Task inputs
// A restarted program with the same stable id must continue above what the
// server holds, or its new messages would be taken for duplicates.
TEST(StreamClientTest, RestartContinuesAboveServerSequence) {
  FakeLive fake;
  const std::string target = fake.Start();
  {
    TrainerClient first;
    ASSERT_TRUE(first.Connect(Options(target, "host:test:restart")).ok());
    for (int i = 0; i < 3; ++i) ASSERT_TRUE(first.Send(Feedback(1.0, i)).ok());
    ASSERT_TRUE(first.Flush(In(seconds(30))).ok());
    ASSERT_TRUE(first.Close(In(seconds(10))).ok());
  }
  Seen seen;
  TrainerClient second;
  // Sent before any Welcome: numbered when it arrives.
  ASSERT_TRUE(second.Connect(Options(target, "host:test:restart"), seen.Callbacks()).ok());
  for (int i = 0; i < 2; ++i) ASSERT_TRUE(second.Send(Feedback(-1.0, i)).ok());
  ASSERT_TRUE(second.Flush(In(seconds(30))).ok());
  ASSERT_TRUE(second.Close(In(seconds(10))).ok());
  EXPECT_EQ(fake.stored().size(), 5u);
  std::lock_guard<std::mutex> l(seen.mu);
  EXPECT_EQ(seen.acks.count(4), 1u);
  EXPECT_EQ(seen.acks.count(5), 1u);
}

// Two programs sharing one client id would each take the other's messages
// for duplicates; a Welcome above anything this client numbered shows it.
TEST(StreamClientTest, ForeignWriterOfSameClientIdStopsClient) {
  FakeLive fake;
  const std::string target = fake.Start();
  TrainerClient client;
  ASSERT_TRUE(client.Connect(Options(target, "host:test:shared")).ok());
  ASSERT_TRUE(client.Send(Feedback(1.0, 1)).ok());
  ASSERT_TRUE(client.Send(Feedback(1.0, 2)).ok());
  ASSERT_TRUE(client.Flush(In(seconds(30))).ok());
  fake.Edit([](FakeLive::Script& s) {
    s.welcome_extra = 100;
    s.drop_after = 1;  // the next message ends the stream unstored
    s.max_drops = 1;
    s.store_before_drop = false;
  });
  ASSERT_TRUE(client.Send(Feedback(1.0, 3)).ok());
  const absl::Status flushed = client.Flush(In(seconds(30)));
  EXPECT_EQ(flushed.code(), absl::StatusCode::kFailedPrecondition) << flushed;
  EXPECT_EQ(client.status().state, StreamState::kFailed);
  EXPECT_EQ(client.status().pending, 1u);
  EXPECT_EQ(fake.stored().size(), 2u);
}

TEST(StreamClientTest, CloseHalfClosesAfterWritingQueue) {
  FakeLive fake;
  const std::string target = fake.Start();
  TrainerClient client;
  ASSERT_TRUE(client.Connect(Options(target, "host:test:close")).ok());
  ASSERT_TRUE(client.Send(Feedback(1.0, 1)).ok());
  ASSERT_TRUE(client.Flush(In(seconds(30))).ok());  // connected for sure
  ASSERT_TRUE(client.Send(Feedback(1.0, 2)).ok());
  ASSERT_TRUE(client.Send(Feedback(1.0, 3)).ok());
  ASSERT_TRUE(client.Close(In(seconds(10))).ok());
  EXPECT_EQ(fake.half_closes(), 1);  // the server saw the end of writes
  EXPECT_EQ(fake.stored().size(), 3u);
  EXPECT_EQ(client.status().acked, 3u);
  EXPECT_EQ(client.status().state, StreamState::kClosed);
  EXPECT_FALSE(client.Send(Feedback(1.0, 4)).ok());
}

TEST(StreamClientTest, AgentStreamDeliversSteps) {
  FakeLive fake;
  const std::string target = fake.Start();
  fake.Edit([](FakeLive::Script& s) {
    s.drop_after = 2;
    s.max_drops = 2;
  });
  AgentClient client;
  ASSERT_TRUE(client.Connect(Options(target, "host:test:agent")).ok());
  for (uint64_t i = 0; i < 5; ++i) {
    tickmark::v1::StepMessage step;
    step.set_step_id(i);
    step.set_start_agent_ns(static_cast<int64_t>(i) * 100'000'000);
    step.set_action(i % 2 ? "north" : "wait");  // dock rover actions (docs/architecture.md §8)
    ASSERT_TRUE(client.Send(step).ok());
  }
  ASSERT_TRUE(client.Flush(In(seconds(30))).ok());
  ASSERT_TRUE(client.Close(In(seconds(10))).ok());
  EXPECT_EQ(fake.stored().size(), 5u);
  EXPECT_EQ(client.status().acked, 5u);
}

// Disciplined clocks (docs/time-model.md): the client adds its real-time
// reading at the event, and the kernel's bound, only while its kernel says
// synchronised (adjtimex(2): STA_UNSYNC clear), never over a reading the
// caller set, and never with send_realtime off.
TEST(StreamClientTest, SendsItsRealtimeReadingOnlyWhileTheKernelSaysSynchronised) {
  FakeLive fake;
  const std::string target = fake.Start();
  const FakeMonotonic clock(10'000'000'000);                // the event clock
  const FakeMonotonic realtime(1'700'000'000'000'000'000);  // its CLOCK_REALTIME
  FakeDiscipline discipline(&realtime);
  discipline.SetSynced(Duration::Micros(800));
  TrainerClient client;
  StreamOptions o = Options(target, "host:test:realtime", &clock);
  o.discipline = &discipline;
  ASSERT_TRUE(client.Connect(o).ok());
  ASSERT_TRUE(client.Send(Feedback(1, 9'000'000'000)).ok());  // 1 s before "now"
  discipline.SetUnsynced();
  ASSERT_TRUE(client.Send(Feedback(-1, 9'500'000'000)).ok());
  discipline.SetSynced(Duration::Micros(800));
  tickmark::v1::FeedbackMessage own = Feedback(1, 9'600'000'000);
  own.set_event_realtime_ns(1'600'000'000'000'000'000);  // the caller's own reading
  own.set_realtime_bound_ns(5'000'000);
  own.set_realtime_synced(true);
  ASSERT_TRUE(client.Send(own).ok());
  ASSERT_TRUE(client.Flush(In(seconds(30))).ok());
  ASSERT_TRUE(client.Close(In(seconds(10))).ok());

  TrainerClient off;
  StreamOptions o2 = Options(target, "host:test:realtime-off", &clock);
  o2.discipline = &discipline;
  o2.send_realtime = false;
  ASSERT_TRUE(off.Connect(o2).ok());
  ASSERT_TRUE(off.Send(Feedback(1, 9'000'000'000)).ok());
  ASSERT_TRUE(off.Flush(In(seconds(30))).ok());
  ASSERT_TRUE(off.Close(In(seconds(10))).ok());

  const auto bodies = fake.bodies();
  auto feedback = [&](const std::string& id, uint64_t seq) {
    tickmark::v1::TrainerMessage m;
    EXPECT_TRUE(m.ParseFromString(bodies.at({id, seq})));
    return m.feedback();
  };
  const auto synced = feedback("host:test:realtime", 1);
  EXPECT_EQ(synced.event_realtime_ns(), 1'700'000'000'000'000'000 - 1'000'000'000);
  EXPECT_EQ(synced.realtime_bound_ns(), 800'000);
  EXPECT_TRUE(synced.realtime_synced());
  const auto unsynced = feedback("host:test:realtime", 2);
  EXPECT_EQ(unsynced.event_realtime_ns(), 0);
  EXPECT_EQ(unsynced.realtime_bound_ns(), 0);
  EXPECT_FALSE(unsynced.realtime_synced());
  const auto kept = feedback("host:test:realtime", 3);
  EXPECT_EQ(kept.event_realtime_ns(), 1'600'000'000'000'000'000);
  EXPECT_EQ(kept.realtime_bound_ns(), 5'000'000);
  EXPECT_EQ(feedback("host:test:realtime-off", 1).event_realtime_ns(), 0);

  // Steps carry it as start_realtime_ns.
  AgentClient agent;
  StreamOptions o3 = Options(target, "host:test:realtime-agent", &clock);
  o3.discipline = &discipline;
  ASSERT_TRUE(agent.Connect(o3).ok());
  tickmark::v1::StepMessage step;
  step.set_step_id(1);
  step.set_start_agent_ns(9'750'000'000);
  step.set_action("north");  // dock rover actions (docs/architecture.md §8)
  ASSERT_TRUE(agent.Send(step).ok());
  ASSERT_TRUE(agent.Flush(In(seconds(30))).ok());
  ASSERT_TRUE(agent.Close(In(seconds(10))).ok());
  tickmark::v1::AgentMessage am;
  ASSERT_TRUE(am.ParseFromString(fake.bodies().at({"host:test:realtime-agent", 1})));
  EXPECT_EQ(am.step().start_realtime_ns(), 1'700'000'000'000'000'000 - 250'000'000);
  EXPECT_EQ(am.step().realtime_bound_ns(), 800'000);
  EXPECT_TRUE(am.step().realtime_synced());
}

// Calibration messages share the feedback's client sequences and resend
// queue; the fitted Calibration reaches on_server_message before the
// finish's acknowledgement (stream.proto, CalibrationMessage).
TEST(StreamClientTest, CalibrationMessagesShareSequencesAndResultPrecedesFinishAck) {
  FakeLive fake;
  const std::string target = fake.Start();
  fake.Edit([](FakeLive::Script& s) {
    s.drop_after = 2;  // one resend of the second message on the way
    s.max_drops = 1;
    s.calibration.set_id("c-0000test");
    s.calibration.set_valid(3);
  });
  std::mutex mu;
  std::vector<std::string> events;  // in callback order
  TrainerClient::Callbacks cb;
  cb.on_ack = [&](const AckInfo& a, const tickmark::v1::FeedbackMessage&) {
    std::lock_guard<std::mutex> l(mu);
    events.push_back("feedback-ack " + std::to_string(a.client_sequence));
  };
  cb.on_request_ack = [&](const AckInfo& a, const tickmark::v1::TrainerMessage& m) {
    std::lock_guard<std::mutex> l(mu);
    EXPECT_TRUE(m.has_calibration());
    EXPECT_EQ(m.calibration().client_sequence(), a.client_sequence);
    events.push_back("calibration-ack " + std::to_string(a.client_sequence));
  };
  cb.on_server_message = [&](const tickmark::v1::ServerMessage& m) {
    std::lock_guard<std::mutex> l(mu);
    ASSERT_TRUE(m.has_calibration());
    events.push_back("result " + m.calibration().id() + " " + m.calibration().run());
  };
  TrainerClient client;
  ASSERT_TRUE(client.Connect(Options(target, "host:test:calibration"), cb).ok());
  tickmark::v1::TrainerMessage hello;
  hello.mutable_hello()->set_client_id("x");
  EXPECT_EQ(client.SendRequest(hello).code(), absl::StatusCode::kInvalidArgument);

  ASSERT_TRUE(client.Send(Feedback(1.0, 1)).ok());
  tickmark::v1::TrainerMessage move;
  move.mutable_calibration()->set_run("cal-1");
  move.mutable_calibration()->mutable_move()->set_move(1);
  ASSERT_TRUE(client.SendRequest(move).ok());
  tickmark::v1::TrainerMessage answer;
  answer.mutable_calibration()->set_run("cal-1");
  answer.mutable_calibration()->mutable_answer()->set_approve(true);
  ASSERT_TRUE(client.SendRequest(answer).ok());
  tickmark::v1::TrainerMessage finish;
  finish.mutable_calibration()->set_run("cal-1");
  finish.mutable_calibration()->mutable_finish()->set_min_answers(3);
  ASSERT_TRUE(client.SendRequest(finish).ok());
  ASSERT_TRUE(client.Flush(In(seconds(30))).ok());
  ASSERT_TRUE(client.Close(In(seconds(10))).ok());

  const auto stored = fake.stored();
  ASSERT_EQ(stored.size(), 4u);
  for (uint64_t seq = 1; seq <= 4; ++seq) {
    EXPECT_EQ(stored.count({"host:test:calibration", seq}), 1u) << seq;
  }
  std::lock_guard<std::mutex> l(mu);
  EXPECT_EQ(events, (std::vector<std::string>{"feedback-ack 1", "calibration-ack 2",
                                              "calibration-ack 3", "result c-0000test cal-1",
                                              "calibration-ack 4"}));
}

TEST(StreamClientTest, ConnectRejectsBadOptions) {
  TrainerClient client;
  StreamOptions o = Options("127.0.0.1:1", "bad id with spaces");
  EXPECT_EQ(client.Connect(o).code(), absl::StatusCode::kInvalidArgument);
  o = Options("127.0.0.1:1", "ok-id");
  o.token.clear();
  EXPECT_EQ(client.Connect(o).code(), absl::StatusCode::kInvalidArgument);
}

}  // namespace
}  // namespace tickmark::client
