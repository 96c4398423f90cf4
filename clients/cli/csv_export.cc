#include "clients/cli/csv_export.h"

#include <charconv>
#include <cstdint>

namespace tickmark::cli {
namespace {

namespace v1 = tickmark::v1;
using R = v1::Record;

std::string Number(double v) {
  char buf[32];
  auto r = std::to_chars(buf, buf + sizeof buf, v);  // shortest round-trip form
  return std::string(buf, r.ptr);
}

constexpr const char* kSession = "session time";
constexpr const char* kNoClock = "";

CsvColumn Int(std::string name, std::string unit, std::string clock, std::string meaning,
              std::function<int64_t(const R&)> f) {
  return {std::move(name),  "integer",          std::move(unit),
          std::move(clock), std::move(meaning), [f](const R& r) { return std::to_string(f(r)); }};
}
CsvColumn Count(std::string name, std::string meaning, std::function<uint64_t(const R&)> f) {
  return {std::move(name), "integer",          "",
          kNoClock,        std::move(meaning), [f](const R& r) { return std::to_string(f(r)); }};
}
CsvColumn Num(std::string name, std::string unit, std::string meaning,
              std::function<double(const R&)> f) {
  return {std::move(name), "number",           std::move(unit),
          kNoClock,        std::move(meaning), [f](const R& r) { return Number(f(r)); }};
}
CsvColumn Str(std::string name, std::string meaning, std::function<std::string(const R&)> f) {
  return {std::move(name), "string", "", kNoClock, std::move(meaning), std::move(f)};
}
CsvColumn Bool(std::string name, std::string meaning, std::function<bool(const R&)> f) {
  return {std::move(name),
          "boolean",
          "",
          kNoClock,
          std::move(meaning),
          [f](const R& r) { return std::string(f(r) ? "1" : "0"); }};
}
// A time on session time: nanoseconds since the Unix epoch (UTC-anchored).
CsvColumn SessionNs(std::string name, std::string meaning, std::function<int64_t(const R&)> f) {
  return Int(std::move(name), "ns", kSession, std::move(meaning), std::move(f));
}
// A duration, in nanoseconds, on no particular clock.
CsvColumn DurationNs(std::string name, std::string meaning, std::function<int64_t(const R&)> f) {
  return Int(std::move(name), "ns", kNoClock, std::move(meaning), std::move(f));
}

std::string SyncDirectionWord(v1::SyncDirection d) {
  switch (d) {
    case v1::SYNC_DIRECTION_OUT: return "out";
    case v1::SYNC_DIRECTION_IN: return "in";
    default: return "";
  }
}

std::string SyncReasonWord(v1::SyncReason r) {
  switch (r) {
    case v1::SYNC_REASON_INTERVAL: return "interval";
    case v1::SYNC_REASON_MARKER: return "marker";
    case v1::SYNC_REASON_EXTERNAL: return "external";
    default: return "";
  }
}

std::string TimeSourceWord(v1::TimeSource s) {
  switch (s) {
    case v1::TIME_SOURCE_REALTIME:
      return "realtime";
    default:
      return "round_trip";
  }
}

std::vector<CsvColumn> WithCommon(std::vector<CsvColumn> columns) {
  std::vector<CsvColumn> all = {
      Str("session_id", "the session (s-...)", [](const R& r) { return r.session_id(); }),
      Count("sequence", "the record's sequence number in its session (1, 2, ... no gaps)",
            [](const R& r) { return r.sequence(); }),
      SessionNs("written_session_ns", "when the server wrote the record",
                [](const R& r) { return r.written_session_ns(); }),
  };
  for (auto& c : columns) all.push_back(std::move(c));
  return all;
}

What the task asks
The expected answer is every line above in which the word "FeedbackMessage" appears.

Exercise response
  tickmark::v1::FeedbackMessage own = Feedback(1, 9'600'000'000);
  cb.on_ack = [&](const AckInfo& a, const tickmark::v1::FeedbackMessage&) {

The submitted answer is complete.